Dispersion of neutral collective modes in partonic fractional quantum Hall states and its applications to paired states of composite fermions (2502.02686v1)

Abstract: The Moore-Read Pfaffian (Pf) state exhibits two distinct neutral excitation modes, the bosonic magnetoroton mode, and the neutral fermion mode. These two modes have been conjectured to be supersymmetric (SUSY) partners in the long-wavelength limit. Previous studies on these neutral excitations of the Pf state have shown evidence in favor of SUSY in the vicinity of the second Landau level (SLL) Coulomb interaction. Inspired by that, using the framework of parton theory, we test the SUSY conjecture for a state that lies in the same universality class as the particle-hole conjugate of the Pf, namely the anti-Pf (aPf) state, by constructing explicit wave functions for its magnetoroton and neutral fermion excitations and evaluating them for very large system sizes. As with the previous studies on the Pf state, we find that the long-wavelength gaps of the neutral modes of the parton state belonging to the same topological class as the aPf are close to each other for the SLL Coulomb interaction.
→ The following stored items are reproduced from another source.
"""Several processes share one search study: the budget stays exact, no network is trained to
the end twice, and a process killed mid-training leaves a trial the others re-propose.

The processes run `kablate.trials.search.search_front` on a synthetic objective (no training);
they are started as `kablate run` starts its workers (``multiprocessing``, spawn)."""

from __future__ import annotations

import multiprocessing as mp
from collections import Counter

import optuna
import pytest
from optuna.trial import TrialState

from kablate.trials.search import EVALUATED, INTERRUPTED, read_result, search_front, search_study
from kablate.trials.search_claim import SURPLUS, TICKET, issue_tickets
from kablate.trials.store import open_storage
from tests.trials.search_workers import CHOICES, STUDY, screen, search_worker, trained_keys

BUDGET = 10  # of the 27 plans


def run_workers(folder, url, *die_at: int, seconds: float = 0.2) -> list[int]:
    """Start one search process per ``die_at`` (0: it lives) and wait; their exit codes."""
    ctx = mp.get_context("spawn")
    procs = [
        ctx.Process(target=search_worker, args=(str(folder), url, BUDGET, seconds, n))
        for n in die_at
    ]
    for proc in procs:
        proc.start()
    for proc in procs:
        proc.join(timeout=240)
    return [proc.exitcode for proc in procs]


def load(folder, url) -> optuna.Study:
    return optuna.load_study(study_name=STUDY, storage=open_storage(folder, url))


def check_budget_kept(folder, url) -> optuna.Study:
    """Exactly the budget evaluated, once each, by Optuna's own count of the study's states;
    and every plan trained to the end is one of them, once."""
    study = load(folder, url)
    complete = study.get_trials(states=(TrialState.COMPLETE,))
    assert len(complete) == BUDGET
    keys = [t.user_attrs["key"] for t in complete]
    assert len(set(keys)) == BUDGET
    assert sorted(trained_keys(folder)) == sorted(keys)  # nothing trained to the end twice
    # one evaluated trial per budget slot
    assert sorted(t.user_attrs[TICKET] for t in complete) == list(range(BUDGET))
    assert not study.get_trials(states=(TrialState.RUNNING,))
    return study


@pytest.mark.parametrize(
    "storage", ["journal", pytest.param("postgres", marks=pytest.mark.postgres)]
)
def test_processes_share_one_search_and_its_budget(tmp_path, storage, request):
    url = request.getfixturevalue("postgres_url") if storage == "postgres" else None
    assert run_workers(tmp_path, url, 0, 0, 0) == [0, 0, 0]
    study = check_budget_kept(tmp_path, url)
    # every process trained some: they shared the work rather than one doing it all
    assert len(list(tmp_path.glob("trained-*"))) == 3
    outcomes = Counter(t.user_attrs.get("outcome") for t in study.trials if t.state.is_finished())
    assert outcomes[EVALUATED] == BUDGET and set(outcomes) <= {EVALUATED, "repeat", SURPLUS}


def test_a_search_process_killed_mid_training_is_recovered_and_nothing_trains_twice(tmp_path):
    # the second process is killed halfway through its second plan; the others go on
    assert run_workers(tmp_path, None, 0, 2) == [0, -9]
    study = check_budget_kept(tmp_path, None)
    cut = [t for t in study.trials if t.user_attrs.get("outcome") == INTERRUPTED]
    assert len(cut) == 1 and cut[0].state == TrialState.FAIL
    result = read_result(study, CHOICES, BUDGET)
    assert [c.number for c in result.candidates if c.outcome == INTERRUPTED] == [cut[0].number]

    # the same search again (a resumed run) finds its budget spent and trains nothing
    before = len(study.trials)
    assert run_workers(tmp_path, None, 0) == [0]
    assert len(load(tmp_path, None).trials) == before
    check_budget_kept(tmp_path, None)


def test_a_slot_issued_twice_is_evaluated_once(tmp_path):
    """Two runners that start at once on PostgreSQL may both issue every free slot; the trial
    with the lower number keeps each slot, and the other is given back untrained."""
    study = search_study(0, 4, storage=open_storage(tmp_path, None), study_name=STUDY)
    assert issue_tickets(study, BUDGET, ()) == BUDGET
    assert issue_tickets(study, BUDGET, ()) == 0  # every slot is held
    for slot in range(BUDGET):  # what the other runner, which read the study empty, enqueues
        study.enqueue_trial({}, user_attrs={TICKET: slot})
    trained = []
    search_front(CHOICES, screen, lambda p: trained.append(p) or 0.9, BUDGET, study=study)
    assert len(trained) == BUDGET
    given_back = [t for t in study.trials if t.user_attrs.get("outcome") == SURPLUS]
    # a duplicate popped after its slot's first proposal was a repeat keeps the slot instead
    assert 0 < len(given_back) <= BUDGET and all("key" not in t.user_attrs for t in given_back)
Furthermore, using the parton wave functions, we compute the dispersion of various neutral collective excitations, including the magnetoroton, neutral fermion, and parton-excitons, for several notable non-Abelian and Abelian states. Finally, we propose a parton-exciton ansatz for the gapped neutral excitation of the composite fermion Fermi liquid at quarter filling and compute its dispersion for the Coulomb interaction in the lowest Landau level.